8. Rather, in the board's view, the sought technical effect of increasing clot dissolution by introduction of a RGD motif precludes interpreting the disclosure of document (D2) as a teaching (inherent or not) of "in vivo imaging or detection of a thrombus by binding in vivo to RGD binding sites on the thrombus". This is because in order to radioimage a thrombus, the radiolabeled agent has to be incorporated in the "rapidly growing venous thrombus" (see document (D21), cited as expert opinion, page 132, end of left hand column). But "growing" is the opposite of "dissolving".

9. In view of the foregoing, the board concludes that document (D2) does not make available to the public the technical effect stated in claim 1, namely the achieving imaging of the thrombus by binding of the radiolabelled peptide to the RGD receptor.
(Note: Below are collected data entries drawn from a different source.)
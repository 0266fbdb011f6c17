"""Seeded train/dev/test splits and length-bucketed batches, as lists of sentence indices.

Nothing here needs torch: callers turn an index list into tensors themselves.
"""

from __future__ import annotations

import random
from dataclasses import dataclass
from typing import Callable, Sequence

# Sentences per call of the decoders over a rule tensor (`decode.decode`, `decode.consensus`,
# and so `parse`, `report` and `export`): 32 ran mbr and max-rule-product 5-20% faster than 16
# (`scripts/bench_parse_speed.py`, per-batch work dominating at demo sizes), 64 no faster. The
# memory budget (`treewright.budget`) splits a call further. Factored rules and the
# lexicalized model decode 16 at a time.
DECODE_BATCH = 32


@dataclass
class Split:
    """Sentence indices of each part, each list in increasing order (file order)."""
    train: list[int]
    dev: list[int]
    test: list[int]


def split_indices(n: int, dev: float = 0.1, test: float = 0.1, seed: int = 0) -> Split:
    """Split `n` sentences at random into train/dev/test; the same seed gives the same split.

    dev and test are fractions of `n` (rounded to the nearest whole sentence); train gets
    the rest. Every index lands in exactly one part.
    """
    if n < 0:
        raise ValueError(f"n must be >= 0, got {n}")
    if not (0 <= dev and 0 <= test and dev + test <= 1):
        raise ValueError(f"dev and test must be >= 0 with dev + test <= 1, got {dev}, {test}")
    order = list(range(n))
    random.Random(seed).shuffle(order)
    n_dev, n_test = round(n * dev), round(n * test)
    n_test = min(n_test, n - n_dev)
    return Split(train=sorted(order[n_dev + n_test:]), dev=sorted(order[:n_dev]),
                 test=sorted(order[n_dev:n_dev + n_test]))


def cubic_cost(length: int) -> int:
    """The inside algorithm's work on one sentence grows as n^3 (common practice)."""
    return length ** 3


def length_batches(lengths: Sequence[int], max_sentences: int | None = None,
                   max_cost: float | None = None, cost: Callable[[int], float] = cubic_cost,
                   shuffle: bool = False, seed: int = 0) -> list[list[int]]:
    """Group sentence indices into batches of similar length.

    Sentences are sorted by length (ties by index) and cut greedily into batches of at most
    `max_sentences` and, when `max_cost` is set, of padded cost `len(batch) * cost(longest)` at
    most `max_cost`. A sentence costlier than the budget alone gets a batch of its own, so every
    index appears in exactly one batch. `shuffle` reorders the batches (not their contents) with
    `seed`. At least one of the two limits is required.
    """
    if max_sentences is None and max_cost is None:
        raise ValueError("give max_sentences, max_cost or both")
    if max_sentences is not None and max_sentences < 1:
        raise ValueError(f"max_sentences must be >= 1, got {max_sentences}")
    if max_cost is not None and max_cost <= 0:
        raise ValueError(f"max_cost must be > 0, got {max_cost}")
    batches: list[list[int]] = []
    batch: list[int] = []
    for index in sorted(range(len(lengths)), key=lambda i: (lengths[i], i)):
        # Sorted ascending, so the newcomer is the batch's longest sentence.
        full = max_sentences is not None and len(batch) >= max_sentences
        over = max_cost is not None and (len(batch) + 1) * cost(lengths[index]) > max_cost
        if batch and (full or over):
            batches.append(batch)
            batch = []
        batch.append(index)
    if batch:
        batches.append(batch)
    if shuffle:
        random.Random(seed).shuffle(batches)
    return batches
10. It is argued by the respondent that the use of RGD-containing peptides for thrombus imaging by binding to the RGD binding sites on platelets can also be derived from claims 11, 31 and 32 of document (D2) read together. Claim 11 indeed relates to, inter alia, the peptide RGDFEEIPEEY (RGD sequence emphasised by the board). Claim 31 relates to, inter alia, a peptide according to claim 7 radiolabelled with 125I, 123I or 111In, while claim 32 reads: "A composition for ex vivo imaging of a fibrin or platelet thrombus in a patient comprising a peptide according to claim 31".

11. The board notes that the feature "by binding in vivo to RGD binding sites on the thrombus" is absent from these claims. Thus, no correlation between imaging of the thrombus and binding of the radiolabelled peptide to the RGD receptor can be derived from these claims.

12. Even interpreting these claims in the light of the description, no different result is arrived at. The description teaches that, for the purpose of radioimaging, the binding of the peptide to either platelet clots or to fibrin clots occurs always via thrombin, not via the RGD receptor (see page 9, line 7: "...bind to thrombin in a fibrin clot..." and page 9, lines 9 to 10: "This technique also yields images of platelet-bound thrombin and meizothrombin."). While it may be true (see point 5 supra) that the RGD-hirudin peptide also binds via the RGD receptor, this is described as inhibiting additional platelet aggregation, and there is no suggestion that it assists in radioimaging. Finally, interpreting the description as suggesting "in vivo imaging or detection of a thrombus by binding in vivo to RGD binding sites on the thrombus", as the claim requires, would also be in contradiction with the "dissolving" effect looked for (see point 8 supra).

13. In conclusion, the subject-matter of claim 1 and dependent claims 2 to 9 fulfils the requirements of novelty insofar as they relate to both tumour and thrombus imaging.

As for the radioactively labelled peptides of claims 10 and 11, although they conceptually fall under the general formula of claim 11 (via claim 31) of document (D2), the latter fails to disclose any of these peptides (RGDSY, RGDFY, RGDSYC or RGDSCRGDSY) explicitly. Therefore, the subject-matter of claims 10 and 11 is also considered novel (see eg decision T 7/86, OJ EPO 1988, 381).

14. No need arises to consider the first and second auxiliary requests.